[Opening Available data section]

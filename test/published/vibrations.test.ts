import { describe, expect, it } from "vitest";
import { Operator } from "../../src/index.js";
import { hopping } from "../../src/models/lattice.js";
import { ketPermutation } from "../../src/models/permutations.js";
import {
  bruteForce,
  expectAllOrders,
  expectEnclosed,
  expectNear,
  expectValues,
  goodBasis,
  pick,
  shift,
  symmetric,
} from "./support.js";

// Rayleigh, The Theory of Sound, vol. I, on the effect of a small change of mass and on a ring with a small load; from memory.
describe("ring of six equal masses with one changed", () => {
  const n = 6;
  const ring = hopping(
    n,
    Array.from({ length: n }, (_, i) => [i, (i + 1) % n] as const),
  );
  const K = Operator.identity(n).scale(2).minus(ring);
  const P = symmetric(n, [[0, 0, 1]]);
  // M^{-1/2} K M^{-1/2} with M = 1 + ε P, to first order in ε.
  const v = P.anticommutator(K).scale(-0.5);
  const reflection = { operator: ketPermutation([0, 5, 4, 3, 2, 1]), label: "parity" } as const;
  const basis = goodBasis({ h0: K, v, candidates: { reflection } }, { depth: "labels" });

  it("has the frequencies 4 sin²(πk/N), the pairs told apart by reflection", () => {
    expectValues(
      bruteForce(K),
      [
        [0, 1],
        [1, 2],
        [3, 2],
        [4, 1],
      ],
      1e-10,
    );
    expectAllOrders(basis.study);
  });

  it.each([
    { square: 0, sign: 1, slope: 0 },
    { square: 1, sign: 1, slope: -1 / 3 },
    { square: 1, sign: -1, slope: 0 },
    { square: 3, sign: 1, slope: -1 },
    { square: 3, sign: -1, slope: 0 },
    { square: 4, sign: 1, slope: -2 / 3 },
  ])("d(ω²)/dε = $slope for ω² = $square, reflection $sign", ({ square, sign, slope }) => {
    expectEnclosed(shift(pick(basis, square, { reflection: sign })), slope, 1e-10);
  });

  it("agrees with the generalised eigenvalues at ε = 1e-5", () => {
    const epsilon = 1e-5;
    const root = Operator.diagonal([1 / Math.sqrt(1 + epsilon), 1, 1, 1, 1, 1]);
    const found = bruteForce(root.times(K).times(root)).sort((a, b) => a - b);
    const slopes = [0, 1, 1, 3, 3, 4].map((square, k) => ((found[k] ?? Number.NaN) - square) / epsilon);
    expect(slopes).toHaveLength(n);
    expectValues(
      slopes,
      [
        [0, 3],
        [-1 / 3, 1],
        [-1, 1],
        [-2 / 3, 1],
      ],
      2e-5,
    );
    expectNear(slopes[0] ?? Number.NaN, 0, 2e-5);
  });
});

[Closing Available data section]

* Goal of the exercise
Repeat, character for character, the lines of the material above from the line with "1, sign: -1, slope: 0" through the line with "const epsilon = 1e-5;".

* Solution for this problem
    { square: 1, sign: -1, slope: 0 },
    { square: 3, sign: 1, slope: -1 },
    { square: 3, sign: -1, slope: 0 },
    { square: 4, sign: 1, slope: -2 / 3 },
  ])("d(ω²)/dε = $slope for ω² = $square, reflection $sign", ({ square, sign, slope }) => {
    expectEnclosed(shift(pick(basis, square, { reflection: sign })), slope, 1e-10);
  });

  it("agrees with the generalised eigenvalues at ε = 1e-5", () => {
    const epsilon = 1e-5;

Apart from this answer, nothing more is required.